---------- EXTRACTED ENTRIES ----------

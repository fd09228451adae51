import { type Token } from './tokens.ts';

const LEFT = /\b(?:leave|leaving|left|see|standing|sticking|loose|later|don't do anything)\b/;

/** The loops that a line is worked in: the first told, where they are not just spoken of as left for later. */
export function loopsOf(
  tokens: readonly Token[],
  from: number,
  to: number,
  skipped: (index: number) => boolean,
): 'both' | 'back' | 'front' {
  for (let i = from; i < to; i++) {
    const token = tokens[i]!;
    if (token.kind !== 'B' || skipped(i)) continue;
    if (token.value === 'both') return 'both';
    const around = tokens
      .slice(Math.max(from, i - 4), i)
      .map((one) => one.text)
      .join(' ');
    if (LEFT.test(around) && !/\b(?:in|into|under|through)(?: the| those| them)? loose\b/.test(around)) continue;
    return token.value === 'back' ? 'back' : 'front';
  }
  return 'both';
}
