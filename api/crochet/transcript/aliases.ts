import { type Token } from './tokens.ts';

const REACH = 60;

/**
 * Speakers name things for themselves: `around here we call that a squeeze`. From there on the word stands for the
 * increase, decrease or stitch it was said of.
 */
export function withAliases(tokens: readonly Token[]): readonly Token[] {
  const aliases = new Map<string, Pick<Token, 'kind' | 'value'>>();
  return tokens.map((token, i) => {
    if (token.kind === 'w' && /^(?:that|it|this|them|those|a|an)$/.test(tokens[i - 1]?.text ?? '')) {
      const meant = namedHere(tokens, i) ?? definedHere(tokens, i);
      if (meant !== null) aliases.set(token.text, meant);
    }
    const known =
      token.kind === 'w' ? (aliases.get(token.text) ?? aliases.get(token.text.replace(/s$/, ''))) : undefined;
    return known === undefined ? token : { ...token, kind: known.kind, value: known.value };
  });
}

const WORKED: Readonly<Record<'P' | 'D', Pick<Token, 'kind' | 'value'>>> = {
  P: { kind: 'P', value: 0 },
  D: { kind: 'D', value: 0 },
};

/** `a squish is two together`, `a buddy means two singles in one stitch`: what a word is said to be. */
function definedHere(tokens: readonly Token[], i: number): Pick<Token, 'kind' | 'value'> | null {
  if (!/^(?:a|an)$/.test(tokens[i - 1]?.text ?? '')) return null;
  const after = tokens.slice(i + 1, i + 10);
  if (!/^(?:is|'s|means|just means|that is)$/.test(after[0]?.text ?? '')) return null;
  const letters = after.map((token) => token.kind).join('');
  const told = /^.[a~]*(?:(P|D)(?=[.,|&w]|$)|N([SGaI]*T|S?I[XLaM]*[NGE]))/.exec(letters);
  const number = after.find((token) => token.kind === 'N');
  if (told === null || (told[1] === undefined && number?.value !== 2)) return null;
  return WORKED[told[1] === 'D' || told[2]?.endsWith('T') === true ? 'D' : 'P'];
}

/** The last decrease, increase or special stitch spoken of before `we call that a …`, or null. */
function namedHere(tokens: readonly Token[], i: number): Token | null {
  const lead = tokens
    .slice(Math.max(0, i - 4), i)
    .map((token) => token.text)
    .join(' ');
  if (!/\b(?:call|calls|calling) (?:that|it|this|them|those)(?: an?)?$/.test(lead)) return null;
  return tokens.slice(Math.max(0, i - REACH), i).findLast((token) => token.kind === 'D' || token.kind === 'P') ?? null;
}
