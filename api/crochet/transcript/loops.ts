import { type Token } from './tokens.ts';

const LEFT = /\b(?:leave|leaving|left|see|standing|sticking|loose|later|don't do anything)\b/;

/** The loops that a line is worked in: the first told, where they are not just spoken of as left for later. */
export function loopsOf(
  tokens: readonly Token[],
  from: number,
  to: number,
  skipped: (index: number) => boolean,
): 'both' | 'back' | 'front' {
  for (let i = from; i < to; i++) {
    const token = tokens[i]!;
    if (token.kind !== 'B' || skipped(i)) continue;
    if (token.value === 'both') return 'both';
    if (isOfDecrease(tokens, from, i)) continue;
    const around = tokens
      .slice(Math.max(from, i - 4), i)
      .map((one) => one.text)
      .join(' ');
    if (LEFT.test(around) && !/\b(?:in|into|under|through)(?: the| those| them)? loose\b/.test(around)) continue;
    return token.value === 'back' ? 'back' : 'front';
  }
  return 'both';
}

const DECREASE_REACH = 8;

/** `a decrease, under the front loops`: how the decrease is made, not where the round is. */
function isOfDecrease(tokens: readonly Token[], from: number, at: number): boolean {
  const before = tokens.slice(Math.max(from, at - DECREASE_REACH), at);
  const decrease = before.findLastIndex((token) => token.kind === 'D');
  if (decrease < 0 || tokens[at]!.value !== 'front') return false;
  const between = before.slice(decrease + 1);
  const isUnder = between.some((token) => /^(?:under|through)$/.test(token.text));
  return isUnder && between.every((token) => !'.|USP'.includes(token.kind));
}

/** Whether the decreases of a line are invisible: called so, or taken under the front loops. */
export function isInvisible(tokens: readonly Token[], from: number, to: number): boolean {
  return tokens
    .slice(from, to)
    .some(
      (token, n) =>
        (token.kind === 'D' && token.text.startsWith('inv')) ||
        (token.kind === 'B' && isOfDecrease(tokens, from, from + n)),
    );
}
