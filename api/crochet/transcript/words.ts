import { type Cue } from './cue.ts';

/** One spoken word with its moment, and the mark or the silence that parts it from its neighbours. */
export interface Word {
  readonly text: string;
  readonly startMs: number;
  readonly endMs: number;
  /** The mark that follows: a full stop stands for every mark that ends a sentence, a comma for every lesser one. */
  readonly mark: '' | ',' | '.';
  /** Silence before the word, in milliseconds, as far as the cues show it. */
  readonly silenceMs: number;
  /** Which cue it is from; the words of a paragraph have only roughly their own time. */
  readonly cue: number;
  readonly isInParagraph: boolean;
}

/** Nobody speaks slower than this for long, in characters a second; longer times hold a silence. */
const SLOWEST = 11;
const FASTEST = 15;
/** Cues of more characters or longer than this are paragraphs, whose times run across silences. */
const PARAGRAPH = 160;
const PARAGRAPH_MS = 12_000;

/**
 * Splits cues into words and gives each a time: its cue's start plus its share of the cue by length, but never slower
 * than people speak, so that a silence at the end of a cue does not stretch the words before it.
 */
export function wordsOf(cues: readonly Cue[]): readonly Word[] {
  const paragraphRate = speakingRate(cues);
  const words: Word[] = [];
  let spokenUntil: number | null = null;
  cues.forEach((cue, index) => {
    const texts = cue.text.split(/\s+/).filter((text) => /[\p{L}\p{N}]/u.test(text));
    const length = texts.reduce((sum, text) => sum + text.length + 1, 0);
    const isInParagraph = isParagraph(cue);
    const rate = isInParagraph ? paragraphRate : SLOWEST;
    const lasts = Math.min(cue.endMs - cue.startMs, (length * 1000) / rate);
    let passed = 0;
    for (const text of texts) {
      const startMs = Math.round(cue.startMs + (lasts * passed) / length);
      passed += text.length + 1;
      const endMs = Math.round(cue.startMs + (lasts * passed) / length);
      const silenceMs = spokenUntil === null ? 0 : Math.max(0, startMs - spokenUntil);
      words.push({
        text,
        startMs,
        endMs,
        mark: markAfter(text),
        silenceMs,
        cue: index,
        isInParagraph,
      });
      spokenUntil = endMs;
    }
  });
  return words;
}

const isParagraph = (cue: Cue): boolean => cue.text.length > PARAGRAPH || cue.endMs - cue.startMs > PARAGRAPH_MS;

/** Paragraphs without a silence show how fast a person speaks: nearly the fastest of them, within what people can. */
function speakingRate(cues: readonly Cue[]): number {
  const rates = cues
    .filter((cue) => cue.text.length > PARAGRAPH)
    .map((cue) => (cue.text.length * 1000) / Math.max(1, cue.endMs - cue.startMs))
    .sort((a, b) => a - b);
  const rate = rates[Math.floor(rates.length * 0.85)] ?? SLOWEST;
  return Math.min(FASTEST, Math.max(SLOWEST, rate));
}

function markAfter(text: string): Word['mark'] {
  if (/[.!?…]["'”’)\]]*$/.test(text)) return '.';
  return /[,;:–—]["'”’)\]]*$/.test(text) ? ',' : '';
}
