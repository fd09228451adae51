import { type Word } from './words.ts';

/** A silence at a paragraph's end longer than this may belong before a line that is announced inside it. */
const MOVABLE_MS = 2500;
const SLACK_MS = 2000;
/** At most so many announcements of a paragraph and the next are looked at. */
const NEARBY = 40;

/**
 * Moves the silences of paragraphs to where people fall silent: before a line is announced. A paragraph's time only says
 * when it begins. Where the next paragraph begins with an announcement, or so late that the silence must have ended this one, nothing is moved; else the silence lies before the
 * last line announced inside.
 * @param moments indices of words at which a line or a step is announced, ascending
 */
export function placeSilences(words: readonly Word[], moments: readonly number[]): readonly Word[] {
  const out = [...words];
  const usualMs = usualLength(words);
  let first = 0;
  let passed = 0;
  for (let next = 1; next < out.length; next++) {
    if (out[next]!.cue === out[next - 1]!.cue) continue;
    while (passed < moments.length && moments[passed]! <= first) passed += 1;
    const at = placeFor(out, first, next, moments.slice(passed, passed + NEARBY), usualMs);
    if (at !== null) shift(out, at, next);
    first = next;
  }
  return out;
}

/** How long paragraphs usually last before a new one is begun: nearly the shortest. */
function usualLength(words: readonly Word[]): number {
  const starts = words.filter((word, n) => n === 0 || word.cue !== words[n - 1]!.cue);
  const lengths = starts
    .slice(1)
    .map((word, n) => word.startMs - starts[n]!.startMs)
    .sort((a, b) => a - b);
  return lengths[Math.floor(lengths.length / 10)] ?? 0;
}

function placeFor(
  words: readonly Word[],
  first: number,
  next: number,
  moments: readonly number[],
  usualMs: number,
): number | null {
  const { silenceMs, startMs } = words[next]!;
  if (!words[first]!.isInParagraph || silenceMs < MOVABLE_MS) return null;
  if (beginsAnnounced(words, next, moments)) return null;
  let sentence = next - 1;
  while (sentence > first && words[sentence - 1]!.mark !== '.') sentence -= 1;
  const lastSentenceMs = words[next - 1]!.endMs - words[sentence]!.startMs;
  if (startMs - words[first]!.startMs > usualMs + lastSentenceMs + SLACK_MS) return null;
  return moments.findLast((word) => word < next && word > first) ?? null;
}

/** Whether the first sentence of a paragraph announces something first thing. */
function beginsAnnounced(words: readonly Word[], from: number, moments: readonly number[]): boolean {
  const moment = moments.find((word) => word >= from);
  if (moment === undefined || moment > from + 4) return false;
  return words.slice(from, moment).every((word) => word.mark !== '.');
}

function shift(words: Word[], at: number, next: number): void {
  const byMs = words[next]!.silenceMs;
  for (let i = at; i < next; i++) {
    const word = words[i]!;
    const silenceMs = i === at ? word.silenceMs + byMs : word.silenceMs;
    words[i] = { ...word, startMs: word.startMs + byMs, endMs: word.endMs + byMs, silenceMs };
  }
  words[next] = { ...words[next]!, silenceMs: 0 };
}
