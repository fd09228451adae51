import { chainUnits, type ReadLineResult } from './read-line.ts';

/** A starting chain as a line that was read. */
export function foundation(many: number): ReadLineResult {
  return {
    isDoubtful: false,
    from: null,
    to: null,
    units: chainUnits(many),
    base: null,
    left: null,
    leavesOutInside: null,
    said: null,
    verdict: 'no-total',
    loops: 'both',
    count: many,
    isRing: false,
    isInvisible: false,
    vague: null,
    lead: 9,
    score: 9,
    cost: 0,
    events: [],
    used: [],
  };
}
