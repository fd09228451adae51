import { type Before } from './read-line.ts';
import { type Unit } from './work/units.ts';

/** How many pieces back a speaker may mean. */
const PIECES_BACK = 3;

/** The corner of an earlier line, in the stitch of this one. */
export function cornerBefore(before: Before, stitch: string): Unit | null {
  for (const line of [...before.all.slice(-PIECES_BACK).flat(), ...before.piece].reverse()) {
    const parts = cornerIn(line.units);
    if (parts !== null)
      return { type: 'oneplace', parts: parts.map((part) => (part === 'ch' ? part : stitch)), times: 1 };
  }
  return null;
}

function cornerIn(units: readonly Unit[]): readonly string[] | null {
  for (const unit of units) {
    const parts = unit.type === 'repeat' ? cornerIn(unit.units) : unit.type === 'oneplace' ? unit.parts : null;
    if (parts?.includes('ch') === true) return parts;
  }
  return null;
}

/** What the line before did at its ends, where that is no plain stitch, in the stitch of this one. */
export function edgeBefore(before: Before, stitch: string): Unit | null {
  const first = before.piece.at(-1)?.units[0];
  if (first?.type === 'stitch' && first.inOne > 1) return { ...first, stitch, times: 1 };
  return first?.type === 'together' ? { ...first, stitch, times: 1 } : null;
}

----------

**WHAT IS EXPECTED**
Report all lines above with "isInvisible".

**EXPECTED ANSWER**
export function isInvisible(tokens: readonly Token[], from: number, to: number): boolean {
    isInvisible: false,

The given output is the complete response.